Chinese Algae Eater ===> *Gyrinocheilus Aymonieri*

Siamese Algae Eater ===> *Crossocheilus Siamensis*

Which of the two you got?Both are good algae eaters but i prefer S.A.E. better!


----------



## syd (Nov 6, 2004)

i have Gyrinocheilus aymonieri. they say when they become adults they get aggressive and lose interest in algae but they kick ass.


----------



## rchan11 (May 6, 2004)

I had several Gyrinocheilus aymonieri and none of them lived very long, only few months. Don't know why.


----------



## SpAzZy (Mar 30, 2004)

rchan11 said:


> I had several Gyrinocheilus aymonieri and none of them lived very long, only few months. Don't know why.
> [snapback]806413[/snapback]​


maybe your tank was too clean and they starved themselves to death. algae can't grow in certain conditions and if it isn't growing and you have no other source of food for them, like algae wafers or whatever else they could possibly eat, then it could explain why they died.

i have a few oto's and they don't eat brown algae.. maybe i'll get a siamese.. how big do they get when they are full grown?


----------



## rchan11 (May 6, 2004)

SpAzZy said:


> maybe your tank was too clean and they starved themselves to death. algae can't grow in certain conditions and if it isn't growing and you have no other source of food for them, like algae wafers or whatever else they could possibly eat, then it could explain why they died.
> 
> i have a few oto's and they don't eat brown algae.. maybe i'll get a siamese.. how big do they get when they are full grown?
> [snapback]806711[/snapback]​


They were Chinese algae eaters and I always gave them cucumber slice also.


----------



## dptrackstardp (Dec 28, 2004)

how do they look like can i see a pic???


----------



## [email protected]° (Jun 16, 2004)

I have 3 C.A.E in my tank and they are great!! They keep my plants and wood nice and clean, but they do get knocked off by the P's from time to time. I buy them 3 or 4 at a time about every other month of so, my P's seem to like them... for a snack!! Same goes for plecos, but I only buy them 1 at a time....


----------



## Guest (Jan 17, 2005)

Many of those bottom-feeding cyprinids do an admirable job of keeping an aquarium clean and eating white worms.

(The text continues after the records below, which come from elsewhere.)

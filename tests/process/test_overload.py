"""`drop` at three times what fits: what comes is right, soon, and everything that did not come is counted."""

import threading
import time
from bisect import bisect_right
from dataclasses import dataclass, field
from pathlib import Path

import numpy as np
import pytest
from rig import (
    ArrayModel,
    Block,
    ExactMap,
    Feeder,
    Message,
    Service,
    Wave,
    block_message,
    encode_samples,
    note,
    plane_wave,
    sensor_noise,
    tapered_weights,
)  # fmt: skip

ARRAY = ArrayModel(rate_hz=16_000.0, spacing_m=0.25)
FRAME, HOP, BEAMS, MAP_BEAMS, AVERAGE_S = 2048, 1024, 4033, 97, 0.5  # about as much as a core does in real time
WEIGHTS = tapered_weights(ARRAY.channels)
PERIOD, BLOCK = 32_768, 1024
SECOND = 10**9
START = 1_796_133_600 * SECOND
SEA = plane_wave(Wave(64.0, 100.0, (100.0, 7000.0)), ARRAY.positions_m, PERIOD, ARRAY.rate_hz)
SEA += sensor_noise(ARRAY.channels, PERIOD, ARRAY.rate_hz, 75.0)
DATA = [
    encode_samples(SEA[:, at : at + BLOCK] / ARRAY.full_scale_upa, "i2", "channel") for at in range(0, PERIOD, BLOCK)
]
HEAVY = ARRAY.band(band_hz=[50.0, 7200.0], frame=FRAME, beams=BEAMS, shading=list(WEIGHTS), average_s=AVERAGE_S,
                   map_beams=MAP_BEAMS)  # fmt: skip


@dataclass
class Sent:
    """What was sent up to when (monotonic seconds)."""

    when: list[float] = field(default_factory=list)
    end: list[int] = field(default_factory=list)

    def newest(self, moment: float) -> int:
        """Index just after the newest sample sent by then."""
        at = bisect_right(self.when, moment)
        return self.end[at - 1] if at else 0


def feed(feeder: Feeder, blocks: int, pace: float | None, sent: Sent) -> None:
    """That many blocks at `pace` times real time (None: as fast as taken), then `end`."""
    clock, begin = threading.Event(), time.monotonic()
    for i in range(blocks):
        if pace:
            clock.wait(max(0.0, begin + i * BLOCK / ARRAY.rate_hz / pace - time.monotonic()))
        block = Block(i * BLOCK, BLOCK, START + round(i * BLOCK * SECOND / ARRAY.rate_hz), DATA[i % len(DATA)])
        feeder.send(block_message(ARRAY, block, "load", type="i2"))
        sent.when.append(time.monotonic())
        sent.end.append((i + 1) * BLOCK)
    feeder.send(note(ARRAY, "end", run="load"))


def speed_that_fits(folder: Path) -> float:
    """Times real time that the band works at when it is waited for, from its own maps."""
    blocks = 80
    with Service(ARRAY.settings(HEAVY), folder) as service, service.listener() as listener, service.feeder() as feeder:
        feed(feeder, blocks, None, Sent())
        maps = listener.wait_count("map/main", blocks - 1, 60)
        steady = maps[20:]
        return (len(steady) - 1) * HOP / ARRAY.rate_hz / (steady[-1].came - steady[0].came)


@dataclass
class Outcome:
    pace: float  # times real time that the feed came at
    sent: Sent
    maps: list[Message]
    band: dict
    expected: int  # maps of an unhurried feed

    @property
    def taken(self) -> int:
        """Hops that the band took."""
        return self.expected + 1 - self.band["dropped_hops"]

    @property
    def overload(self) -> float:
        """Hops sent for each that was taken: how many times too much it was in the end."""
        return (self.expected + 1) / self.taken


def overload_run(folder: Path, pace: float) -> Outcome:
    """About eight seconds of host time at that pace, and never less than ten of feed time."""
    blocks = max(160, round(8 * pace * ARRAY.rate_hz / BLOCK))  # enough feed for some gaps, however slow the machine
    settings, sent = ARRAY.settings(HEAVY, overload="drop"), Sent()
    with Service(settings, folder) as service, service.listener() as listener, service.feeder() as feeder:
        feed(feeder, blocks, pace, sent)
        status = listener.wait_status(
            "waiting, all samples, and the band at rest",
            lambda s: s["samples"] == blocks * BLOCK and s["state"] == "waiting" and accounted(s, blocks),
            20,
        )
        maps = listener.wait_count("map/main", status["bands"]["main"]["maps"])
        return Outcome(pace, sent, maps, status["bands"]["main"], blocks - 1)


@pytest.fixture(scope="module")
def outcome(tmp_path_factory: pytest.TempPathFactory) -> Outcome:
    """At three times what fits. Where the machine was busy with other things while one of the two was measured, the
    run shows it by what was taken, and is done again at a pace corrected by that."""
    pace = 3 * speed_that_fits(tmp_path_factory.mktemp("fits"))
    for _ in range(4):
        outcome = overload_run(tmp_path_factory.mktemp("drop"), pace)
        if 2.6 <= outcome.overload <= 3.4:
            break
        pace *= 3 / outcome.overload
    return outcome


def accounted(status: dict, blocks: int) -> bool:
    band = status["bands"]["main"]
    return band["maps"] + band["dropped_hops"] + band["gaps"] == blocks - 1


def test_feed_was_truly_too_much(outcome: Outcome) -> None:
    took = outcome.sent.when[-1] - outcome.sent.when[0]
    assert outcome.sent.end[-1] / ARRAY.rate_hz / took > 0.8 * outcome.pace, "the source was held back"
    assert outcome.overload > 2.5, f"{outcome.overload:.2f} times what fits, at {outcome.pace:.2f} times real time"


def test_maps_missing_are_dropped_hops_and_gaps(outcome: Outcome) -> None:
    missing = outcome.expected - len(outcome.maps)
    assert missing == outcome.band["dropped_hops"] + outcome.band["gaps"]
    assert len(outcome.maps) == outcome.band["maps"]


def test_at_least_a_quarter_of_the_maps_come(outcome: Outcome) -> None:
    """At three times what fits a third of the hops can be taken; three quarters of these must end a whole frame.

    Judged by the hops that were taken, so that a machine busy with other things during this test does not decide.
    """
    told = f"{len(outcome.maps)} maps of {outcome.taken} hops taken, {outcome.expected} sent"
    assert len(outcome.maps) >= 0.75 * outcome.taken, told


def test_maps_are_of_whole_frames_in_the_hops_that_came(outcome: Outcome) -> None:
    """Hop = half frame: every frame begins at a hop, in order, none twice; breaks are at most the band's gaps."""
    firsts = first_samples(outcome)
    assert all(first % HOP == 0 for first in firsts)
    steps = np.diff(firsts)
    assert (steps > 0).all()
    assert np.sum(steps > HOP) <= outcome.band["gaps"]
    assert all(m.header["t_end"] - m.header["t"] == FRAME * SECOND // 16_000 for m in outcome.maps)


def first_samples(outcome: Outcome) -> list[int]:
    return [round((m.header["t"] - START) * ARRAY.rate_hz / SECOND) for m in outcome.maps]


def test_each_map_is_near_the_newest_sample(outcome: Outcome) -> None:
    """Nearly all within 1 s and a frame of feed time; every one within 1 s of host time, which is `pace` as much."""
    ages = [(outcome.sent.newest(m.came) - first - FRAME) / ARRAY.rate_hz
            for m, first in zip(outcome.maps, first_samples(outcome), strict=True)]  # fmt: skip
    told = f"oldest {max(ages):.2f} s, median {np.median(ages):.2f} s"
    assert np.quantile(ages, 0.95) <= 1.0 + FRAME / ARRAY.rate_hz, told
    assert max(ages) <= max(1.0, outcome.pace) + FRAME / ARRAY.rate_hz, told


def test_maps_that_come_hold_what_their_hops_hold(outcome: Outcome) -> None:
    """Levels against float64 beams: content aged over what was missed, flagged as a gap while that is young."""
    firsts = first_samples(outcome)[:120]
    exact = ExactMap(SEA, ARRAY.positions_m[:, 0], WEIGHTS, ARRAY.rate_hz, ARRAY.sound_speed_m_s)
    header = outcome.maps[0].header
    share = -(-BEAMS // MAP_BEAMS)
    grid = np.linspace(1, -1, BEAMS)
    group = int(np.argmin(np.abs(np.cos(np.radians(header["cone_deg"])) - np.cos(np.radians(64.0)))))
    members = grid[group * share : (group + 1) * share]
    assert np.cos(np.radians(header["cone_deg"][group])) == pytest.approx(members.mean(), abs=1e-9)
    powers = [10 ** (exact.rolling_db(u, firsts, FRAME, AVERAGE_S) / 10) for u in members]
    own = 10 * np.log10(np.mean(powers, axis=0))
    begin = round(header["f0_hz"] / header["df_hz"])
    for message, level in zip(outcome.maps, own, strict=False):
        measured = message.level_db[group]
        wanted = level[begin : begin + len(measured)]
        assert np.max(np.abs(measured - wanted)[wanted > 75]) < 0.1, message.header["t"]


def test_a_map_after_missed_hops_says_gap(outcome: Outcome) -> None:
    firsts = first_samples(outcome)
    after = [m for m, step in zip(outcome.maps[1:], np.diff(firsts), strict=True) if step > HOP]
    assert len(after) > 3
    assert all(m.header["limits"]["gap"] for m in after)
    assert outcome.maps[0].header["limits"]["gap"] is False
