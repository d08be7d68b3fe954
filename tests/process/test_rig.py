"""The tools of these tests, tested first: a wrong tool would blame, or clear, the wrong side."""

import tomllib

import numpy as np
import pytest
from rig import (
    ArrayModel,
    ExactMap,
    Wave,
    cut_blocks,
    encode_samples,
    frame_maps,
    half_power_width,
    join_blocks,
    peak_cosine,
    plane_wave,
    tapered_weights,
    toml_text,
)  # fmt: skip

ARRAY = ArrayModel()
PERIOD = 16384


@pytest.mark.parametrize("layout", ["channel", "sample"])
@pytest.mark.parametrize(("kind", "step"), [("i2", 2.0**-15), ("i3", 2.0**-23), ("i4", 2.0**-31), ("f4", 2.0**-24)])
def test_encoded_samples_read_back_within_half_a_step(kind: str, step: float, layout: str) -> None:
    values = np.random.default_rng(3).uniform(-0.99, 0.99, (5, 37))
    raw = encode_samples(values, kind, layout)
    if kind == "i3":
        wide = np.zeros((5 * 37, 4), np.uint8)
        wide[:, 1:] = np.frombuffer(raw, np.uint8).reshape(-1, 3)
        flat = wide.view("<i4").ravel() / 2.0**31
    else:
        flat = np.frombuffer(raw, "<" + kind) * (1.0 if kind == "f4" else 2.0 ** (1 - 8 * int(kind[1])))
    back = flat.reshape(5, 37) if layout == "channel" else flat.reshape(37, 5).T
    assert np.max(np.abs(back - values)) <= step / 2 * (1 + 1e-9)


def test_encoding_refuses_to_clip() -> None:
    with pytest.raises(ValueError, match="clip"):
        encode_samples(np.full((2, 3), 1.0), "i2", "channel")


def test_forward_hydrophone_hears_a_wave_from_forward_first() -> None:
    """Whole-sample spacing: c = 1500 m/s, 8 kHz, 0.1875 m is one sample, so endfire is a shift by one each."""
    x = np.array([[0.1875, 0, 0], [0.0, 0, 0], [-0.1875, 0, 0]])
    sea = plane_wave(Wave(0.0), x, PERIOD, 8000.0)
    assert np.allclose(sea[0][:-1], sea[1][1:], atol=1e-6 * np.max(sea))
    assert np.allclose(sea[1][:-1], sea[2][1:], atol=1e-6 * np.max(sea))


def test_wave_has_the_level_asked_for() -> None:
    """100 dB over 100 to 2000 Hz is 100 + 10 lg 1900 = 132.79 dB re 1 micropascal (Parseval)."""
    sea = plane_wave(Wave(40.0), ARRAY.positions_m, PERIOD, ARRAY.rate_hz)
    assert 10 * np.log10(np.mean(sea**2, axis=1)) == pytest.approx(np.full(32, 132.788), abs=0.01)


@pytest.mark.parametrize("cone_deg", [40.0, 64.0, 90.0, 133.0])
def test_own_beamformer_reads_a_wave_on_its_own_beam(cone_deg: float) -> None:
    sea = plane_wave(Wave(cone_deg), ARRAY.positions_m, PERIOD, ARRAY.rate_hz)
    x, u = ARRAY.positions_m[:, 0], float(np.cos(np.radians(cone_deg)))
    exact = ExactMap(sea, x, tapered_weights(32), ARRAY.rate_hz)
    assert exact.series(u) == pytest.approx(sea.mean(axis=0) * 0 + plane_wave(
        Wave(cone_deg), np.zeros((1, 3)), PERIOD, ARRAY.rate_hz)[0], abs=1e-6 * np.max(sea))  # fmt: skip
    levels = exact.rolling_db(u, range(0, 1024 * 60, 1024), 2048, 0.0)
    inside = slice(2048 * 200 // 8000, 2048 * 1900 // 8000)
    assert 10 * np.log10(np.mean(10 ** (levels[:, inside] / 10))) == pytest.approx(100.0, abs=0.1)


def test_parabola_finds_the_top_between_beams() -> None:
    u = np.linspace(1, -1, 21)
    assert peak_cosine(u, -((u - 0.233) ** 2)) == (8, pytest.approx(0.233))


def test_half_power_width_of_a_uniform_line() -> None:
    """0.886 wavelength / length for a long uniform line (Van Trees, Optimum Array Processing, 2002, eq. 2.100)."""
    x = (np.arange(64) - 31.5) * 0.5
    assert half_power_width(np.full(64, 1 / 64), x, 1200.0, 1500.0) == pytest.approx(0.886 * 1.25 / 32, rel=0.01)


def test_framing_of_a_hand_worked_feed() -> None:
    """Frame 8, rate 1 Hz: 20 samples hold frames at 0, 4, 8 and 12; 7 hold none; after a gap framing begins anew."""
    second = 1_000_000_000
    stretches = join_blocks([("a", 0, 12, 0), ("a", 12, 8, 12 * second), ("a", 25, 7, 25 * second), ("b", 0, 9, 0)])
    assert [(s.run, s.first, s.end) for s in stretches] == [("a", 0, 20), ("a", 25, 32), ("b", 0, 9)]
    maps, unused = frame_maps(stretches, 8, 1.0)
    assert [(m.run, m.first, m.t // second) for m in maps] == [
        ("a", 0, 0), ("a", 4, 4), ("a", 8, 8), ("a", 12, 12), ("b", 0, 0)]  # fmt: skip
    assert unused == 7 + 1


def test_blocks_carry_index_and_time() -> None:
    blocks = list(cut_blocks(np.zeros((2, 2500)), 1000, 8000.0, first=500, t=7))
    assert [(b.first, b.samples, b.t) for b in blocks] == [
        (500, 1000, 7), (1500, 1000, 125_000_007), (2500, 500, 250_000_007)]  # fmt: skip


def test_settings_text_reads_back() -> None:
    settings = ARRAY.settings(ARRAY.band(name="low", channels="0:32:2"), ARRAY.band(shading=[0.1, 0.2]))
    assert tomllib.loads(toml_text(settings)) == settings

Personally, in one of my community tanks I have a rainbow shark (Epalzeorhynchos frenatum ) . That fish keeps even my driftwood sparkling clean.

The problems is, sooner or later, they are going to get chomped by your piranha. That's why I never even bothered trying to keep them in my piranha aquarium. They're just too expensive to use as feeders.


----------



## Susp3nc3 (Jan 27, 2005)

i just bought 6 CAE's yesterday...woke up today.. and they are all gone...lol..guess i dont have to feed my p's today


----------



## [email protected]° (Jun 16, 2004)

HOLY THREAD RESURECTION!!!

It's real hit or miss with getting algea eater to survive.. sometimes they make it, sometimes not...


----------



## jamesdelanoche (Dec 15, 2004)

since its up, i'll reply, I HATE my chineese algea eaters, i had two and I think one jumped, they are way skittish and ugly and yeah, freakin AMAZING algea eaters but they have bad attidudes...yeah, i don't like 'em, plus they're ugly as hell


----------